Mirdametinib previously received Orphan Drug Designation from the FDA for the treatment of neurofibromatosis type 1 and Fast Track Designation from the FDA for the treatment of patients ≥ 2 years of age with neurofibromatosis type 1-associated inoperable plexiform neurofibromas that are progressing or causing significant morbidity. SpringWorks expects to initiate the ReNeu trial, a Phase 2b open-label, single-arm trial with mirdametinib that will enroll both pediatric and adult NF1-PN patients, in the third quarter of 2019.

About Neurofibromatosis Type 1

Neurofibromatosis type 1 (NF1) is a rare genetic disorder that arises from mutations in the NF1 gene, which encodes for neurofibromin, a key suppressor of the MAPK pathway. NF1 is the most common form of neurofibromatosis, with an estimated global birth incidence of approximately 1 in 3,000 individuals.2,3 The clinical course of NF1 is heterogeneous and manifests in a variety of symptoms across numerous organ systems, including abnormal pigmentation, skeletal deformities, tumor growth and neurological complications, such as cognitive impairment. Patients with NF1 have an eight to 15-year mean reduction in their life expectancy compared to the general population.5 NF1 patients have an approximately 30% to 50% lifetime risk of developing plexiform neurofibromas, or PN, which are tumors that grow in an infiltrative pattern along the peripheral nerve sheath and that can cause severe disfigurement, pain and functional impairment; in rare cases, NF1-PN may be fatal.2,3 NF1-PN are most often diagnosed in the first two decades of life. These tumors are characterized by aggressive growth, which is typically more rapid during childhood.1,2,5 The only definitive treatment for NF1-PN is surgical removal of the tumors, however, because NF1-PN arise from nerve cells and grow in an infiltrative pattern, it is challenging to successfully resect tumors without severe comorbidities, such as permanent nerve damage and disfigurement. 6 There are no therapies currently approved for the treatment of NF1-PN.

About Mirdametinib

Mirdametinib is an oral, small molecule inhibitor of MEK1 and MEK2. MEK proteins occupy a pivotal position in the MAPK pathway, a key signaling network that regulates cell growth and survival, and that plays a central role in multiple oncology and rare disease indications.

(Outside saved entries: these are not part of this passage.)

/// `unpivot`: each listed column becomes a row per input row, its name in
/// the first `into` column and its value in the second; other columns are
/// repeated. The names column keeps the listed order as its category order.
#[derive(Debug, Clone, Default, PartialEq, Serialize)]
#[serde(deny_unknown_fields)]
pub struct Unpivot {
    pub columns: Vec<String>,
    /// The names column and the values column.
    pub into: Vec<String>,
}

/// Keyed values in the spec's order (`derive`, a scale's `values`): the
/// keys of one JSON object, so each key once. A list, not a hash map: these
/// are short and looked up rarely (a map type's insert code was most of
/// what reading them took in the page's engine).
#[derive(Debug, Clone, PartialEq)]
pub struct Pairs<T>(Vec<(String, T)>);

impl<T> Default for Pairs<T> {
    fn default() -> Self {
        Pairs(Vec::new())
    }
}

impl<T> Pairs<T> {
    pub fn len(&self) -> usize {
        self.0.len()
    }
    pub fn is_empty(&self) -> bool {
        self.0.is_empty()
    }
    /// The keys and values, in the spec's order.
    pub fn iter(&self) -> PairsIter<'_, T> {
        self.into_iter()
    }
    pub fn keys(&self) -> impl Iterator<Item = &String> {
        self.0.iter().map(|(k, _)| k)
    }
    /// The value of `key`, if the spec gives one.
    pub fn get(&self, key: &str) -> Option<&T> {
        self.0.iter().find(|(k, _)| k == key).map(|(_, v)| v)
    }
    /// Take `key` out, keeping the others' order.
    pub fn shift_remove(&mut self, key: &str) -> Option<T> {
        let i = self.0.iter().position(|(k, _)| k == key)?;
        Some(self.0.remove(i).1)
    }
    /// Set `key` to `value`: in its place when it is there, else last.
    pub fn insert(&mut self, key: String, value: T) {
        match self.0.iter_mut().find(|(k, _)| *k == key) {
            Some(slot) => slot.1 = value,
            None => self.0.push((key, value)),
        }
    }
}

impl<T> FromIterator<(String, T)> for Pairs<T> {
    /// Later values of a key replace earlier ones in its first place, as
    /// in a JSON object.
    fn from_iter<I: IntoIterator<Item = (String, T)>>(items: I) -> Self {
        let mut out = Pairs(Vec::new());
        for (k, v) in items {
            out.insert(k, v);
        }
        out
    }
}

pub type PairsIter<'a, T> = std::iter::Map<std::slice::Iter<'a, (String, T)>, fn(&'a (String, T)) -> (&'a String, &'a T)>;

impl<'a, T> IntoIterator for &'a Pairs<T> {
    type Item = (&'a String, &'a T);
    type IntoIter = PairsIter<'a, T>;
    fn into_iter(self) -> Self::IntoIter {
        self.0.iter().map(|(k, v)| (k, v))
    }
}

impl<T: Serialize> Serialize for Pairs<T> {
    fn serialize<S: serde::Serializer>(&self, s: S) -> Result<S::Ok, S::Error> {
        s.collect_map(self.iter())
    }
}

fn is_closed(t: &DataTable) -> bool {
    *t == DataTable::Closed
}

// ---------------------------------------------------------------- data

/// `data`: a URL string or an object.
#[derive(Debug, Clone, Serialize)]
#[serde(untagged)]
pub enum DataRef {
    Url(String),
    Object(DataObject),
}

Mirdametinib has been evaluated in several Phase 1 and Phase 2 clinical trials, with over 200 subjects having been exposed to treatment. A Phase 2 trial was conducted by the Neurofibromatosis Clinical Trial Consortium and evaluated mirdametinib in 19 adolescent and adult patients with inoperable and symptomatic or growing plexiform neurofibromas. Patients received an oral dose of 2 mg/m2 BID with a maximum dose of 4 mg BID on a four-week cycle of three weeks-on, one week-off. Eight patients (42%) achieved an objective response by cycle 12, prospectively defined as volumetric reduction in their target PN of at least 20 percent. Mirdametinib was generally well-tolerated in this trial. The most commonly reported treatment-emergent grade 2 or higher AEs were acneiform rash in 53% (10/19), fatigue in 26% (5/19) and nausea in 21% (4/19) of patients.

In addition to the Phase 2b monotherapy trial in NF1-associated PN, and given the critical role that the MAPK pathway plays in the growth and proliferation of a large number of tumor types, SpringWorks is also pursuing mirdametinib in combination with other rational anticancer agents across a range of solid tumors.